Review Summary: Tokyo Ghost Stories
On a soiled street corner, framed against a cracked grey canvas, a dark silhouette is splashed across a dull and unresponsive wall. Glowing embers fall from the darkness, burning momentarily before vanishing, like shooting stars fleeing across a drab and indifferent infinity. From the depths of space a hollow sound echoes through the trembling air; guttural coughs that tear apart the fragile silence of the dawn. With immense effort, the shadowy outline tears itself away from the wall, leaving behind indistinct stains that waver before melting away slowly under the gaze of the blinking sun. Suddenly, footsteps ring out. Its 6AM, and DJ Krush is heading home.
Hideaki Ishi, one of the major pioneers of the trip hop genre, is arguably the best known DJ to hail from Japan, and the only musician from the island to have been fully embraced by the global hip hop community. For the last twenty years, he has been one of the key figures in the country’s fast evolving electronic scene, earning much critical acclaim due to the high quality of his releases as well as his willingness to collaborate with myriad talented artists from around the world.
If any criticism can be levelled at him, it’s that his works can occasionally suffer from fragmentation due to haphazard structure; rapping would appear on one track and then be discarded in favour of instrumental interludes, before more vocals were suddenly strewn over the proceedings by a radically different emcee. For the most part, the songs themselves were great, but much too often this modus operandi lent some of his albums a chaotic air; they seemed more like a collection of splintered singles than definitive and homogenous artistic statements.
Therefore it comes as no small relief that
Kakusei, a few samples aside, is a consistent, cohesive and almost entirely instrumental affair. Besides giving it that all important sense of unison, the lack of vocals also allows the listener to focus exclusively on the beats; fortunately, it precisely here that Krush and his motley crew of guest musicians excel.

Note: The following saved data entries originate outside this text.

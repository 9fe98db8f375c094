"""Shapes that grids dislike: right within the bar, or declined with a reason, never silently wrong."""
import math
import unittest

from drive import bands_at, first_band, rect, run


def guide(polarization, pitch, shapes, lateral='open', wavelength=1550, **cell):
    constants = {'oxide': 1.444, 'silicon': 3.476, 'nitride': 2.0}
    return {'format': 1, 'light': {'polarization': polarization, 'wavelength_nm': wavelength},
            'materials': {name: {'constant': {'index': index}} for name, index in constants.items()},
            'cell': {'pitch_nm': pitch, 'cladding': 'oxide', 'lateral': lateral, 'shapes': shapes, **cell}}


def tooth(length, width, at=(0, 0), fill='silicon'):
    return rect(length, width, at, fill)


def bloch_index(problem, *options):
    [mode] = run('index', problem, *options)['results'][0]['points'][0]['modes']
    return mode['bloch_index']


def edges(problem, *options):
    """Both edges, by default on the coarsest grids: what must be the same is the same on any."""
    band = first_band(problem, *(options or ('--accuracy', '1e-2')))
    return [band['long_nm'], band['short_nm']]


class Hard(unittest.TestCase):
    def same(self, a, b, tolerance):
        """Two answers that must be one: values and bars."""
        for p, q in zip(a, b):
            self.assertAlmostEqual(p['value'], q['value'], delta=tolerance * q['value'])
            self.assertAlmostEqual(p['uncertainty'], q['uncertainty'], delta=tolerance * q['value'])

    def honest(self, coarse, fine):
        """A coarser and a finer answer, each with its bar, agree within the bars; the finer bar is smaller."""
        self.assertIsNotNone(coarse['uncertainty'], coarse.get('note'))
        self.assertLess(fine['uncertainty'], coarse['uncertainty'])
        self.assertLessEqual(abs(coarse['value'] - fine['value']), coarse['uncertainty'] + fine['uncertainty'])


class Limits(Hard):
    """Cells that are something simpler in truth."""

    def test_a_tooth_as_long_as_the_pitch_is_a_slab(self):
        # 220 nm of 3.476 in 1.444 at 1550 nm: 2.8477822434 and 2.0533196788 by the transfer matrix (F).
        film = {'format': 1, 'light': {'wavelength_nm': 1550},
                'materials': {'oxide': {'constant': {'index': 1.444}}, 'silicon': {'constant': {'index': 3.476}}},
                'slab': {'substrate': 'oxide', 'films': [{'fill': 'silicon', 'thickness_nm': 220}], 'cover': 'oxide'}}
        exact = {answer['polarization']: answer['points'][0]['modes'][0]['index']['value']
                 for answer in run('slab', film)['results']}
        for polarization, slab, stated in (('ey', 'te', 2.8477822434), ('hy', 'tm', 2.0533196788)):
            self.assertAlmostEqual(exact[slab], stated, delta=1e-10)
            found = bloch_index(guide(polarization, 300, [tooth(300, 220)]), '--accuracy', '1e-8')
            self.assertLessEqual(abs(found['value'] - exact[slab]), found['uncertainty'] + 1e-12)
            self.assertAlmostEqual(found['value'], exact[slab], delta=1e-8)

    def test_without_contrast_a_tooth_is_not_there(self):
        for polarization in ('ey', 'hy'):
            shapes = [tooth(300, 220), tooth(130, 220, fill='silicon'), tooth(130, 100)]
            plain = bloch_index(guide(polarization, 300, [tooth(300, 220)]))
            self.same([bloch_index(guide(polarization, 300, shapes))], [plain], 1e-10)

    def test_a_tooth_across_the_boundary(self):
        # The same row, cut elsewhere.
        for polarization in ('ey', 'hy'):
            self.same(edges(guide(polarization, 340, [tooth(170, 300, at=(170, 0))])),
                      edges(guide(polarization, 340, [tooth(170, 300)])), 1e-9)


class Neighbours(Hard):
    """Shapes that touch, overlap, or nearly do."""

    def setUp(self):
        self.one = {p: edges(guide(p, 340, [tooth(170, 300)])) for p in ('ey', 'hy')}

    def test_pieces_make_a_whole(self):
        pieces = ([tooth(85, 300, (-42.5, 0)), tooth(85, 300, (42.5, 0))],        # touching
                  [tooth(120, 300, (-25, 0)), tooth(120, 300, (25, 0))],          # overlapping
                  [tooth(170, 150, (0, -75)), tooth(170, 150, (0, 75))],          # one on the other
                  [tooth(170, 300, fill='nitride'), tooth(170, 300)])             # covered without rest
        for polarization, one in self.one.items():
            for shapes in pieces:
                with self.subTest(polarization, shapes=shapes):
                    self.same(edges(guide(polarization, 340, shapes)), one, 1e-10)

    def test_edges_off_by_rounding_are_one_edge(self):
        off = 1e-9  # nm
        pieces = ([tooth(85, 300, (-42.5, 0)), tooth(85, 300 + off, (42.5, 0))],
                  [tooth(85, 300, (-42.5, 0)), tooth(85 - off, 300, (42.5 + off / 2, 0))],
                  [tooth(85, 300, (-42.5, 0)), tooth(85, 300, (42.5 - off, 0))])
        for polarization, one in self.one.items():
            for shapes in pieces:
                with self.subTest(polarization, shapes=shapes):
                    self.same(edges(guide(polarization, 340, shapes)), one, 1e-9)

    def test_small_steps_change_little_or_are_declined(self):
        # Half the tooth is wider by a step: the edge moves by about half of what the whole would move it. hy has two
        # singular corners there that coarse grids cannot part: then there is no bar, and the note says why.
        for polarization, one in self.one.items():
            wide = edges(guide(polarization, 340, [tooth(170, 301)]))
            for step in (1e-3, 1e-2, 1e-1):
                shapes = [tooth(85, 300, (-42.5, 0)), tooth(85, 300 + step, (42.5, 0))]
                for found, plain, other in zip(edges(guide(polarization, 340, shapes)), one, wide):
                    if found['uncertainty'] is None:
                        self.assertEqual(polarization, 'hy')
                        self.assertIn('too close together', found['note'])
                        self.assertAlmostEqual(found['value'], plain['value'], delta=2e-4 * plain['value'])
                    else:
                        moved = plain['value'] + 0.5 * step * (other['value'] - plain['value'])
                        self.assertAlmostEqual(found['value'], moved,
                                               delta=found['uncertainty'] + plain['uncertainty'])

    def test_teeth_that_touch_at_a_corner(self):
        # A chequerboard maps onto itself when it is moved by half a pitch both ways: its bands come in pairs at the
        # zone edge, so its stop band has no width. Its corners are the most singular there are.
        squares = [tooth(200, 200, (-100, -100)), tooth(200, 200, (100, 100))]
        for polarization in ('ey', 'hy'):
            board = guide(polarization, 400, squares, 'periodic', lateral_span_nm=400)
            [values] = bands_at(board, [(1, 0)], 2)
            self.assertAlmostEqual(values[0]['value'], values[1]['value'], delta=1e-9)
            [fine] = bands_at(board, [(1, 0)], 2, '--accuracy', '1e-6')
            self.honest(values[0], fine[0])
            pair = guide(polarization, 400, [tooth(150, 150, (-75, -75)), tooth(150, 150, (75, 75))])
            mirrored = guide(polarization, 400, [tooth(150, 150, (75, -75)), tooth(150, 150, (-75, 75))])
            self.same(edges(pair), edges(mirrored), 1e-9)


class Extremes(Hard):
    """Very narrow, very wide, very thin: the coarse answer within its bar of a finer one."""

    def compare(self, shapes, pitch, fine, polarizations=('ey', 'hy'), **light):
        for polarization in polarizations:
            with self.subTest(polarization, shapes=shapes):
                problem = guide(polarization, pitch, shapes, **light)
                self.honest(bloch_index(problem, '--accuracy', '1e-3'), bloch_index(problem, '--accuracy', fine))

    def test_a_gap_of_20_nm(self):
        self.compare([tooth(280, 220)], 300, '1e-5')

    def test_a_tooth_of_1_nm(self):
        # In a bridge, which keeps the light in: a tenth of a per cent of the cell.
        self.compare([tooth(300, 400, fill='nitride'), tooth(1, 400)], 300, '1e-5')

    def test_a_thin_film(self):
        for thickness in (2, 0.1):
            film = {'stripe': {'fill': 'nitride', 'across': 'x', 'from_nm': 110, 'to_nm': 110 + thickness}}
            self.compare([film, tooth(120, 220)], 240, '1e-5')

    def test_a_pitch_of_40_nm_is_a_uniform_guide(self):
        # Far below the wavelength the cell is homogenised, to second order in pitch over wavelength (1e-3 here).
        for polarization in ('ey', 'hy'):
            point = run('index', guide(polarization, 40, [tooth(20, 220)]))['results'][0]['points'][0]
            self.assertAlmostEqual(point['modes'][0]['bloch_index']['value'], point['estimate'], delta=5e-3)
        self.compare([tooth(20, 220)], 40, '1e-5')

    def test_a_high_aspect(self):
        self.compare([tooth(20, 2000)], 200, '1e-5', polarizations=('ey',))

    def test_a_cell_of_10_um(self):
        # Walls 10 µm apart and a tooth that nearly reaches them: a stack of 20 and 280 nm films, but for its ends.
        layers = guide('ey', 300, [{'stripe': {'fill': 'silicon', 'across': 'z', 'from_nm': -75, 'to_nm': 75}}],
                       'uniform')
        for polarization in ('ey', 'hy'):
            layers['light'] = {'polarization': polarization}
            [stack] = bands_at(layers, [(1, 0)], 1)
            wide = guide(polarization, 300, [tooth(150, 9000)], 'magnetic' if polarization == 'ey' else 'electric',
                         lateral_span_nm=10000)
            [found] = bands_at(wide, [(1, 0)], 1)
            # The lowest wave is that of the stack with half a wave across: k_x = π/9 µm adds to the frequency.
            self.assertGreater(found[0]['value'], stack[0]['value'])
            self.assertLess(found[0]['value'], math.hypot(stack[0]['value'], 0.3 / (2 * 1.444 * 9)))
            self.assertLess(found[0]['uncertainty'], 1e-4 * found[0]['value'])


class Declined(unittest.TestCase):
    def test_oblique_and_curved_hy_corners_have_no_bar(self):
        trapezium = {'polygon': {'fill': 'silicon', 'corners_nm': [[-75, -225], [75, -225], [60, 225], [-60, 225]]}}
        for quantity in edges(guide('hy', 300, [trapezium])):
            self.assertGreater(quantity['value'], 0)
            self.assertIsNone(quantity['uncertainty'])
            self.assertIn('oblique', quantity['note'])
        for quantity in edges(guide('ey', 300, [trapezium])):
            self.assertGreater(quantity['uncertainty'], 0)


if __name__ == '__main__':
    unittest.main()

As one would expect, lo fi percussion features predominantly, reverberating continuously over the LP’s hour long running length, like echoing footsteps treading purposefully through shadow stained alleyways. Steam rises slowly above the grimy surroundings in the form of a solitary string of piano notes or a few trembling bass arpeggios; these are sounds that are sometimes somnolent, often melancholy and always quietly beautiful. It takes multiple listens to appreciate the extreme subtlety at work here; inconspicuous and at times seemingly insignificant flakes of sound fall like tears from the face of the sad and bleary eyed statue that rests on top of the slowly resonating beat pedestal. For the most part, the effect is absolutely stunning.
The Dawn, a saxophone driven soundtrack to early morning wandering through deserted, despondent streets, sums up the album perfectly; this is the enigmatic language of a waking metropolis: the tremulous whisper of the early morning breeze carrying the throaty murmur of distant traffic through the cracks in the concrete of grey and dejected buildings.
Perhaps
Kakusei can best be described as music for kicking tins cans around city streets; the musical equivalent of an act that’s a little bit capricious, a little bit antisocial, yet at the same time overflowing with irresistible waves of dark thought and reflection. Arguably Krush’s finest moment, and undoubtedly his greatest artistic statement;
Kakusei is essential listening, even outside of the grimy confines of trip hop.